**How to complete this task**
Look through the material below and copy exactly the lines from the line with "import java.util.List;" to the line with "assertEquals(one.light(), many.light());", those two lines included.

**Extracted information**
package org.hazewright.transport;

import static org.junit.jupiter.api.Assertions.assertArrayEquals;
import static org.junit.jupiter.api.Assertions.assertEquals;
import static org.junit.jupiter.api.Assertions.assertThrows;
import static org.junit.jupiter.api.Assertions.assertTrue;

import java.util.List;
import java.util.concurrent.atomic.AtomicInteger;
import org.hazewright.optics.Refusal;
import org.junit.jupiter.api.Test;
import org.junit.jupiter.params.ParameterizedTest;
import org.junit.jupiter.params.provider.CsvSource;

class PhotonPacketsTest {
    private static final List<Ring> RINGS = List.of(new Ring(0, 1), new Ring(1, 2), new Ring(4, 5));

    /** Every book of a block, roulette's included, adds up to the packets that met the surface. */
    @ParameterizedTest
    @CsvSource({
        "0.1, 10, 0.9, 1.4, 5",
        "5, 5, 0, 1.33, 1",
        "0, 20, 0.5, 1.5, 2",
        "0.01, 10, -0.3, 1, 20",
        "3, 0, 0, 1.4, 3"
    })
    void energyIsConservedToRounding(double mua, double musp, double g, double n, double thickness) {
        PhotonPackets problem = new PhotonPackets(new Medium(mua, musp, g, n), 1, thickness);
        PacketTally tally = problem.run(PacketRun.of(5000, 3).onThreads(1));
        assertEquals(1, tally.budget(), 1e-12);
        assertEquals(5000, tally.packets());
    }

    @Test
    void theSameToTheLastBitForAnyNumberOfThreads() {
        PhotonPackets problem = new PhotonPackets(new Medium(0.3, 10, 0.8, 1.4), 1, 4.0);
        PacketRun run =
                PacketRun.of(21_000, 42).collecting(Side.TRANSMITTANCE, RINGS).over(new TimeAxis(0, 500, 10));
        PacketTally one = problem.run(run.onThreads(1));
        for (int threads : new int[] {2, 3, 7}) {
            PacketTally many = problem.run(run.onThreads(threads));
            assertEquals(one.light(), many.light());
            assertEquals(one.absorbed(), many.absorbed());
            assertEquals(one.scatterings(), many.scatterings());
            assertEquals(one.uTotalTransmittance(), many.uTotalTransmittance());
            for (int i = 0; i < RINGS.size(); i++) {
                assertEquals(one.rings().get(i).perMm2(), many.rings().get(i).perMm2());
                assertEquals(
                        one.rings().get(i).meanTimePs(), many.rings().get(i).meanTimePs());
                assertArrayEquals(
                        one.rings().get(i).histogram(), many.rings().get(i).histogram());
            }
        }
        assertTrue(one.light().diffuseReflectance()
                != problem.run(PacketRun.of(21_000, 43)).light().diffuseReflectance());
    }

    /** A stopped run is the beginning of the whole one. */
    @Test
    void stopsBetweenBlocksAndKeepsWhatIsDone() {
        PhotonPackets problem = new PhotonPackets(new Medium(0.3, 10, 0.8, 1.4), 1, 4.0);
        AtomicInteger told = new AtomicInteger();
        PacketRun run = PacketRun.of(1_000_000_000L, 42)
                .onThreads(1)
                .watched(share -> told.incrementAndGet(), () -> told.get() >= 3);
        PacketTally stopped = problem.run(run);
        assertEquals(3L * PhotonPackets.BLOCK, stopped.packets());
        assertEquals(problem.run(PacketRun.of(3L * PhotonPackets.BLOCK, 42)).light(), stopped.light());
    }

    @Test
    void progressEndsAtOne() {
        double[] last = new double[1];
        new PhotonPackets(new Medium(1, 10, 0, 1.4), 1, 1.0)
                .run(PacketRun.of(5001, 1).onThreads(1).watched(share -> last[0] = share, () -> false));
        assertEquals(1, last[0]);
    }

    /** Against the transport equation solved without chance, within four standard errors; a wrong percent would show. */
    @ParameterizedTest
    @CsvSource({
        "1, 10, 0.9, 1.4, 1, 1",
        "0.1, 10, 0.8, 1.33, 1, 10",
        "2, 10, 0, 1.5, 1, 2",
        "1, 5, -0.4, 1.4, 1.33, 1",
        "1, 5, 0.5, 1.33, 1.5, 2"
    })
    void totalsAgreeWithAddingAndDoubling(double mua, double musp, double g, double n, double out, double thickness) {
        Medium m = new Medium(mua, musp, g, n);
        PacketTally tally = new PhotonPackets(m, out, thickness).run(PacketRun.of(60_000, 8));
        SlabLight exact = AddingDoubling.slab(m, out, thickness);
        assertEquals(exact.totalReflectance(), tally.light().totalReflectance(), 4 * tally.uTotalReflectance() + 1e-5);
        assertEquals(
                exact.totalTransmittance(), tally.light().totalTransmittance(), 4 * tally.uTotalTransmittance() + 1e-5);
        assertTrue(tally.uTotalReflectance() < 0.004);
        double seen = tally.light().unscatteredTransmittance();
        double p = exact.unscatteredTransmittance();
        assertEquals(p, seen, 4 * Math.sqrt(p * (1 - p) / 60_000) + 1e-9);
    }

    /** Van de Hulst, Multiple Light Scattering (1980): g 0.75, albedo 0.9, optical thickness 2, matched. */
    @Test
    void vanDeHulst() {
        PacketTally tally = new PhotonPackets(new Medium(2, 4.5, 0.75, 1), 1, 1.0).run(PacketRun.of(200_000, 5));
        assertEquals(0.09739, tally.light().totalReflectance(), 4 * tally.uTotalReflectance());
        assertEquals(0.66096, tally.light().totalTransmittance(), 4 * tally.uTotalTransmittance());
    }

    /** Bouguer–Beer–Lambert where nothing scatters. */
    @Test
    void absorptionAlone() {
        PacketTally tally = new PhotonPackets(new Medium(10, 0, 0, 1), 1, 1.0).run(PacketRun.of(100_000, 5));
        assertEquals(Math.exp(-1), tally.light().totalTransmittance(), 4 * Math.sqrt(0.368 * 0.632 / 1e5));
        assertEquals(0, tally.light().diffuseTransmittance());
    }

    /** The spread of results over many seeds is what the standard errors say. */
    @Test
    void standardErrorsAreHonest() {
        PhotonPackets problem = new PhotonPackets(new Medium(1, 10, 0, 1.4), 1, 2.0);
        int runs = 60;
        double sum = 0;
        double squares = 0;
        double claimed = 0;
        for (int i = 0; i < runs; i++) {
            PacketTally t = problem.run(PacketRun.of(20_000, 100 + i).collecting(Side.REFLECTANCE, RINGS));
            double r = t.rings().get(1).perMm2();
            sum += r;
            squares += r * r;
            claimed += t.rings().get(1).uPerMm2() * t.rings().get(1).uPerMm2();
        }
        double variance = (squares - sum * sum / runs) / (runs - 1);
        // the ratio of two variances with 60 and 9·60 degrees of freedom: 0.55 to 1.6 holds in 999 of 1000
        double ratio = variance / (claimed / runs);
        assertTrue(ratio > 0.5 && ratio < 1.8, "ratio " + ratio);
    }

    /** Rings that cover the surface hold all the light; their histograms hold all of it that is early enough. */
    @Test
    void ringsAddUpToTheTotal() {
        PhotonPackets problem = new PhotonPackets(new Medium(1, 10, 0.5, 1.4), 1, 3.0);
        List<Ring> rings = List.of(new Ring(0, 1), new Ring(1, 3), new Ring(3, 500));
        PacketTally t = problem.run(
                PacketRun.of(20_000, 9).collecting(Side.REFLECTANCE, rings).over(new TimeAxis(0, 5000, 5)));
        double sum = 0;
        double timed = 0;
        for (PacketTally.InRing r : t.rings()) {
            sum += r.perMm2() * r.ring().areaMm2();
            for (double h : r.histogram()) timed += h * 5 * r.ring().areaMm2();
        }
        double all = t.light().diffuseReflectance() + t.light().unscatteredReflectance();
        assertEquals(all, sum, 1e-12);
        assertEquals(all, timed, 1e-9);
    }

    /** The mean path is −∂ ln R/∂µa and the score µs ∂ ln R/∂µs: both against differences of two exact totals. */
    @Test
    void slopesFromPathsAndScatterings() {
        Medium m = new Medium(1, 10, 0.5, 1.4);
        PacketTally t = new PhotonPackets(m, 1, 3.0)
                .run(PacketRun.of(200_000, 9).collecting(Side.REFLECTANCE, List.of(new Ring(0, 1e4))));
        PacketTally.InRing all = t.rings().get(0);
        double h = 1e-3;
        double r = AddingDoubling.slab(m, 1, 3).diffuseReflectance();
        double byMua = (AddingDoubling.slab(m.withMua(1 + h), 1, 3).diffuseReflectance()
                        - AddingDoubling.slab(m.withMua(1 - h), 1, 3).diffuseReflectance())
                / (2 * h);
        double byMusp = (AddingDoubling.slab(m.withMusp(10 + h), 1, 3).diffuseReflectance()
                        - AddingDoubling.slab(m.withMusp(10 - h), 1, 3).diffuseReflectance())
                / (2 * h);
        assertEquals(-byMua / r * 10, all.meanPathMm(), 0.02 * all.meanPathMm());
        assertEquals(10 * byMusp / r, all.score(), 0.02);
    }

    @Test
    void pathsThatNeverEndArePutAside() {
        PhotonPackets endless = new PhotonPackets(new Medium(0, 10, 0, 1.4), 1, null, 100);
        PacketTally t = endless.run(PacketRun.of(4000, 1));
        assertTrue(t.unfinished() > 0.02 && t.unfinished() < 0.5);
        assertEquals(1, t.budget(), 1e-12);
    }

    @Test
    void refusals() {
        assertThrows(Refusal.class, () -> new PhotonPackets(new Medium(0, 0, 0, 1.4), 1, 1.0));
        assertThrows(Refusal.class, () -> PacketRun.of(0, 1));
        assertThrows(Refusal.class, () -> new Ring(2, 2));
    }
}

**Expected answer**
import java.util.List;
import java.util.concurrent.atomic.AtomicInteger;
import org.hazewright.optics.Refusal;
import org.junit.jupiter.api.Test;
import org.junit.jupiter.params.ParameterizedTest;
import org.junit.jupiter.params.provider.CsvSource;

class PhotonPacketsTest {
    private static final List<Ring> RINGS = List.of(new Ring(0, 1), new Ring(1, 2), new Ring(4, 5));

    /** Every book of a block, roulette's included, adds up to the packets that met the surface. */
    @ParameterizedTest
    @CsvSource({
        "0.1, 10, 0.9, 1.4, 5",
        "5, 5, 0, 1.33, 1",
        "0, 20, 0.5, 1.5, 2",
        "0.01, 10, -0.3, 1, 20",
        "3, 0, 0, 1.4, 3"
    })
    void energyIsConservedToRounding(double mua, double musp, double g, double n, double thickness) {
        PhotonPackets problem = new PhotonPackets(new Medium(mua, musp, g, n), 1, thickness);
        PacketTally tally = problem.run(PacketRun.of(5000, 3).onThreads(1));
        assertEquals(1, tally.budget(), 1e-12);
        assertEquals(5000, tally.packets());
    }

    @Test
    void theSameToTheLastBitForAnyNumberOfThreads() {
        PhotonPackets problem = new PhotonPackets(new Medium(0.3, 10, 0.8, 1.4), 1, 4.0);
        PacketRun run =
                PacketRun.of(21_000, 42).collecting(Side.TRANSMITTANCE, RINGS).over(new TimeAxis(0, 500, 10));
        PacketTally one = problem.run(run.onThreads(1));
        for (int threads : new int[] {2, 3, 7}) {
            PacketTally many = problem.run(run.onThreads(threads));
            assertEquals(one.light(), many.light());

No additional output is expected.